Muhammad Tughlaq: A Proto-Pakistani Sultan?

Muhammad Tughlaq: A Proto-Pakistani Sultan?
Born in Multan in 1290 to Sultan Ghiasuddin Tughlaq, the founder of the Tughlaq dynasty in India, Muhammad Tughlaq grew up to be a highly educated heir apparent. He was fluent in Persian, Hindavi, Arabic, Sanskrit and Turkish. He had a fascination for medicine, which he studied, and a skilled swordsman. But he was best known for his wild mood swings.

Had he lived today, he may have been diagnosed as suffering from bipolar disorder.

As the eighteenth sultan of the Delhi Sultanate, reigning from February 1325 until he was deposed in 1351, Muhammad Tughlaq gave full reign to his flights of fancy and caused catastrophe.

Muhammad Tughlaq took it into his head that the location of Delhi as India’s capital was unsuitable. He therefore declared that a grand new capital would be built hundreds of miles inland on the Deccan plateau and it would be known as Daulatabad — The Place of Wealth. Far from it, the folly of Daulatabad caused the sultan to bankrupt the treasury. He squandered years and untold treasure in building Daulatabad 1500 south of Delhi in southern India. It took nine years to build the new capital with huge cost in men and materials.

When the new capital was completed, the Sultan ordered the whole population of Delhi to immediately move to Daulatabad. When the populace demurred, he ordered an enforced eviction of Delhi. Thousands of men, women and children died during this ordeal due to extreme heat, and lack of provisions on the long journey.

A few months after the capital and the population had been shifted, the Sultan woke up one morning and realised that the new capital was so far away from the centre that it was impossible to govern India from that far. So he ordered that the entire population and the capital be shifted back to Delhi forthwith!

Muhammad Tughlaq’s other “visionary” scheme was the introduction of copper and brass coins in place of gold sovereigns, and these he decreed would be equal in value to gold. Due to this introduction, thousands of fake coins flooded the market and the currency was devalued. Next, the mercurial sultan assembled an army of 100,000 soldiers to conquer China. The idea was that the army would march through the Himalayas and Tibet and thus enter China.

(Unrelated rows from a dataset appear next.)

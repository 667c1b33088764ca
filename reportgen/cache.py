"""The result cache of incremental runs: one entry per series verdict and per regression assessment,
and one text entry per series' and regression's part of results.json.

An entry is found by its key, the SHA-256 of everything its result depends on (see
:func:`content_key`): the inputs of the computation (a series' name, values, dates and settings;
a regression's aligned data, formula, settings and the orders and fragility of its variables) and
the software (:func:`software_fingerprint`: reportgen's version and the SHA-256 of its own source
files, the versions of Python, numpy, pandas, scipy, statsmodels and arch). Change any of it and
the key changes; nothing is ever invalidated by hand.

Entries are JSON files, never pickles: reading one cannot run code, whoever wrote it. Each one
stores its own key and kind, and is used only when both match what was asked for and its value
rebuilds into the expected types (:func:`decode`); anything else (a truncated file, a file of
another version, a file copied under another name) is ignored, the result is computed again and
the entry rewritten. Every entry is written to a temporary file in its folder and renamed into
place, so runs sharing a cache never see half an entry. Floats are written with ``repr``, which
reads back to the same bits, so a run from the cache writes the same results.json bytes as a run
without it.

Text entries (:meth:`ResultCache.load_text`) keep what is costly to rebuild but cheap to keep as
text: the part of results.json a series or regression writes, keyed by everything that part is
made of (see :func:`reportgen.results.results_to_dict`). A run that finds the part of an unchanged
series neither rebuilds its verdict nor encodes it again; the entry's header line names its kind
and key, and an entry whose header does not match, or whose text is not a JSON object, is ignored.

Location: ``--cache DIR``, else ``$REPORTGEN_CACHE``, else ``$XDG_CACHE_HOME/reportgen``, else
``~/.cache/reportgen`` (:func:`default_cache_dir`). The folder only grows; deleting it (or any
part of it) at any time is safe.
"""

from __future__ import annotations

import dataclasses
import hashlib
import importlib.metadata
import json
import os
import platform
import tempfile
import types
import typing
from collections.abc import Mapping
from dataclasses import dataclass
from functools import cache
from pathlib import Path
from typing import Any, TypeVar

V = TypeVar("V")

#: Version of the entry layout; part of every key and every entry.
CACHE_FORMAT = 1
#: Packages whose versions are part of every key.
KEY_PACKAGES = ("numpy", "pandas", "scipy", "statsmodels", "arch")


def default_cache_dir(environ: Mapping[str, str] | None = None) -> Path:
    """``$REPORTGEN_CACHE``, else ``$XDG_CACHE_HOME/reportgen``, else ``~/.cache/reportgen``."""
    environ = os.environ if environ is None else environ
    if environ.get("REPORTGEN_CACHE"):
        return Path(environ["REPORTGEN_CACHE"]).expanduser()
    if environ.get("XDG_CACHE_HOME"):
        return Path(environ["XDG_CACHE_HOME"]).expanduser() / "reportgen"
    return Path.home() / ".cache" / "reportgen"


@cache
def software_fingerprint() -> dict[str, Any]:
    """What computed a result: reportgen's version and source, Python's version, the numerical packages."""
    from reportgen import __version__

    package = Path(__file__).resolve().parent
    source = hashlib.sha256()
    for path in sorted(package.rglob("*.py")):
        source.update(path.relative_to(package).as_posix().encode())
        source.update(b"\0")
        source.update(path.read_bytes())
        source.update(b"\0")
    packages: dict[str, str] = {}
    for name in KEY_PACKAGES:
        try:
            packages[name] = importlib.metadata.version(name)
        except importlib.metadata.PackageNotFoundError:
            packages[name] = "not installed"
    return {"reportgen": __version__, "source": source.hexdigest(), "python": platform.python_version(),
            "implementation": platform.python_implementation(), "packages": packages}


def content_key(kind: str, material: Mapping[str, Any]) -> str:
    """The key of an entry: SHA-256 of the kind, the cache format, the software and ``material``.

    ``material`` must be JSON-serialisable; floats are written with ``repr`` (exact), keys sorted.
    """
    text = json.dumps({"format": CACHE_FORMAT, "kind": kind, "software": software_fingerprint(),
                       "material": material}, sort_keys=True, allow_nan=True, separators=(",", ":"))
    return hashlib.sha256(text.encode()).hexdigest()


# ---------------------------------------------------------------- values to JSON and back


def encode(value: Any) -> Any:
    """A JSON value for a result: dataclasses as objects of their fields, tuples as lists.

    Raises TypeError for anything :func:`decode` could not rebuild exactly.
    """
    if dataclasses.is_dataclass(value) and not isinstance(value, type):
        return {field.name: encode(getattr(value, field.name)) for field in dataclasses.fields(value)}
    if isinstance(value, Mapping):
        encoded: dict[str, Any] = {}
        for key, item in value.items():
            if not isinstance(key, (str, int)) or isinstance(key, bool):
                raise TypeError(f"cannot cache a mapping key of type {type(key).__name__}")
            encoded[str(key)] = encode(item)
        return encoded
    if isinstance(value, (list, tuple)):
        return [encode(item) for item in value]
    if value is None or isinstance(value, (bool, str)):
        return value
    if type(value) in (int, float):
        return value
    raise TypeError(f"cannot cache a value of type {type(value).__name__}")


class _MismatchError(ValueError):
    """A stored value that does not fit the type it should rebuild into."""


Reader = typing.Callable[[Any], Any]


def decode(hint: Any, value: Any) -> Any:
    """Rebuild a value of type ``hint`` from its :func:`encode` form; raise ValueError if it does not fit."""
    return _reader(hint)(value)


@cache
def _reader(hint: Any) -> Reader:
    """A function rebuilding values of type ``hint`` (made once per type: entries hold many values)."""
    if hint is Any or hint is object:
        return _same
    if dataclasses.is_dataclass(hint) and isinstance(hint, type):
        return _dataclass_reader(hint)
    origin = typing.get_origin(hint)
    arguments = typing.get_args(hint)
    if origin in (typing.Union, types.UnionType):
        return _union_reader(hint, arguments)
    if origin is typing.Literal:
        allowed = frozenset(arguments)

        def literal(value: Any) -> Any:
            if type(value) is not str or value not in allowed:
                raise _MismatchError(f"{value!r} is not one of {sorted(allowed)}")
            return value

        return literal
    if origin is tuple:
        return _tuple_reader(arguments)
    if origin is list:
        item = _reader(arguments[0] if arguments else Any)

        def listed(value: Any) -> Any:
            if type(value) is not list:
                raise _MismatchError("expected a list")
            return [item(element) for element in value]

        return listed
    if origin in (dict, Mapping, typing.Mapping) or hint in (dict, Mapping):
        key_hint, item_hint = arguments if arguments else (str, Any)
        return _mapping_reader(_key_reader(key_hint), _reader(item_hint))
    if hint is float:
        return _number
    if hint in (int, str, bool):
        def exact(value: Any) -> Any:
            if type(value) is not hint:
                raise _MismatchError(f"{value!r} is not {hint.__name__}")
            return value

        return exact
    if hint is type(None):
        return _none
    raise _MismatchError(f"cannot rebuild type {hint}")


def _same(value: Any) -> Any:
    return value


def _number(value: Any) -> Any:
    if type(value) is not float and type(value) is not int:
        raise _MismatchError(f"{value!r} is not a number")
    return value  # an int stays an int: it was one when it was stored


def _none(value: Any) -> None:
    if value is not None:
        raise _MismatchError("expected null")


def _dataclass_reader(cls: type) -> Reader:
    hints = typing.get_type_hints(cls)
    fields = tuple(field.name for field in dataclasses.fields(cls) if field.init)
    names = frozenset(fields)
    readers: dict[str, Reader] = {}

    def rebuild(value: Any) -> Any:
        if type(value) is not dict or value.keys() != names:
            raise _MismatchError(f"{cls.__name__}: expected an object with its fields")
        if not readers:  # filled on first use: a field may hold this class itself
            readers.update((name, _reader(hints[name])) for name in fields)
        return cls(**{name: readers[name](value[name]) for name in fields})

    return rebuild


def _union_reader(hint: Any, arguments: tuple[Any, ...]) -> Reader:
    optional = type(None) in arguments
    choices = tuple(_reader(argument) for argument in arguments if argument is not type(None))

    def either(value: Any) -> Any:
        if value is None and optional:
            return None
        for choice in choices:
            try:
                return choice(value)
            except _MismatchError:
                continue
        raise _MismatchError(f"{value!r} fits none of {hint}")

    return either


def _tuple_reader(arguments: tuple[Any, ...]) -> Reader:
    if len(arguments) == 2 and arguments[1] is Ellipsis:
        item = _reader(arguments[0])
        if item is _same:
            def any_items(value: Any) -> Any:
                if type(value) is not list:
                    raise _MismatchError("expected a list")
                return tuple(value)

            return any_items

        def items(value: Any) -> Any:
            if type(value) is not list:
                raise _MismatchError("expected a list")
            return tuple([item(element) for element in value])

        return items
    readers = tuple(_reader(argument) for argument in arguments)

    def fixed(value: Any) -> Any:
        if type(value) is not list or len(value) != len(readers):
            raise _MismatchError(f"expected a list of {len(readers)}")
        return tuple(reader(element) for reader, element in zip(readers, value, strict=True))

    return fixed


def _mapping_reader(key: Reader, item: Reader) -> Reader:
    def mapping(value: Any) -> Any:
        if type(value) is not dict:
            raise _MismatchError("expected an object")
        return {key(name): item(element) for name, element in value.items()}

    return mapping


def _key_reader(hint: Any) -> Reader:
    if hint is str or hint is Any:
        return _same
    if hint is int:
        def integer(key: str) -> int:
            if not key.lstrip("-").isdigit() or not key.isascii():
                raise _MismatchError(f"{key!r} is not an integer key")
            return int(key)

        return integer
    if typing.get_origin(hint) is typing.Literal:
        return _reader(hint)
    raise _MismatchError(f"cannot rebuild a key of type {hint}")


# ---------------------------------------------------------------- the cache folder


@dataclass(slots=True)
class CacheStats:
    """What one run did with the cache."""

    hits: int = 0
    misses: int = 0
    rejected: int = 0  # entries found but not used: unreadable, another key or kind, values that do not fit
    written: int = 0
    text_hits: int = 0  # text entries (see ResultCache.load_text) found and used
    text_misses: int = 0
    unwritable: str | None = None  # why entries could not be written, if they could not


class ResultCache:
    """A folder of entries, ``DIR/v1/KIND/KE/KEY.json``."""

    def __init__(self, folder: Path | str) -> None:
        self.folder = Path(folder)
        self.stats = CacheStats()

    def path(self, kind: str, key: str) -> Path:
        """Where the entry of ``kind`` and ``key`` lives."""
        return self.folder / f"v{CACHE_FORMAT}" / kind / key[:2] / f"{key}.json"

    def load(self, kind: str, key: str, hint: type[V]) -> V | None:
        """The stored value of ``kind`` and ``key`` rebuilt as ``hint``, or None (missing or not trusted)."""
        path = self.path(kind, key)
        try:
            text = path.read_bytes()
        except OSError:
            self.stats.misses += 1
            return None
        try:
            entry = json.loads(text)
            if not (isinstance(entry, dict) and entry.get("format") == CACHE_FORMAT and entry.get("kind") == kind
                    and entry.get("key") == key and "value" in entry):
                raise _MismatchError("not an entry of this key")
            value = decode(hint, entry["value"])
        except (ValueError, TypeError, RecursionError):  # JSON errors and _MismatchError are ValueErrors
            self.stats.rejected += 1
            self.stats.misses += 1
            return None
        self.stats.hits += 1
        return typing.cast(V, value)

    def store(self, kind: str, key: str, value: Any) -> None:
        """Write the entry (atomically); a value that cannot be cached exactly, or a folder that
        cannot be written, leaves the cache as it was (see :attr:`CacheStats.unwritable`)."""
        if self.stats.unwritable is not None:
            return
        try:
            text = json.dumps({"format": CACHE_FORMAT, "kind": kind, "key": key, "value": encode(value)},
                              ensure_ascii=False, allow_nan=True, separators=(",", ":"))
        except (TypeError, ValueError):
            return
        if self._write(self.path(kind, key), key, text):
            self.stats.written += 1

    def text_path(self, kind: str, key: str) -> Path:
        """Where the text entry of ``kind`` and ``key`` lives."""
        return self.folder / f"v{CACHE_FORMAT}" / kind / key[:2] / f"{key}.txt"

    def load_text(self, kind: str, key: str) -> str | None:
        """The stored text of ``kind`` and ``key``, or None (missing, or its header names another entry).

        A text entry is one header line (the format, kind and key, as JSON) and the text; it holds
        what is costly to rebuild but cheap to keep, such as a result's encoded results.json part.
        """
        try:
            stored = self.text_path(kind, key).read_text(encoding="utf-8")
        except (OSError, UnicodeError):
            self.stats.text_misses += 1
            return None
        header, newline, text = stored.partition("\n")
        if not newline or header != _text_header(kind, key):
            self.stats.rejected += 1
            self.stats.text_misses += 1
            return None
        self.stats.text_hits += 1
        return text

    def store_text(self, kind: str, key: str, text: str) -> None:
        """Write a text entry (atomically); a folder that cannot be written leaves the cache as it was."""
        if self.stats.unwritable is None:
            self._write(self.text_path(kind, key), key, _text_header(kind, key) + "\n" + text)

    def _write(self, path: Path, key: str, text: str) -> bool:
        """Write ``text`` to ``path`` through a temporary file renamed into place; False if it cannot be."""
        try:
            path.parent.mkdir(parents=True, exist_ok=True, mode=0o700)
            handle, name = tempfile.mkstemp(prefix=f".{key[:16]}.", suffix=".tmp", dir=path.parent)
            try:
                with os.fdopen(handle, "w", encoding="utf-8") as stream:
                    stream.write(text)
                os.replace(name, path)
            except BaseException:
                Path(name).unlink(missing_ok=True)
                raise
        except OSError as error:
            self.stats.unwritable = f"{error.strerror or error} ({error.filename or self.folder})"
            return False
        return True


def _text_header(kind: str, key: str) -> str:
    return json.dumps({"format": CACHE_FORMAT, "kind": kind, "key": key}, separators=(",", ":"))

It was first and last time in the history of India that anyone toyed with this idea! Sultan Muhammad’s entire army of a hundred thousand perished during this march, due to extreme cold, inability to adapt to altitude and lack of supplies. Only three officers made it back to Delhi.

No wonder the Sultan was deposed after an internal coup. Having been born in Multan, he died in Thatta, so we can take poetic license and pronounce that he was a proto-Pakistani.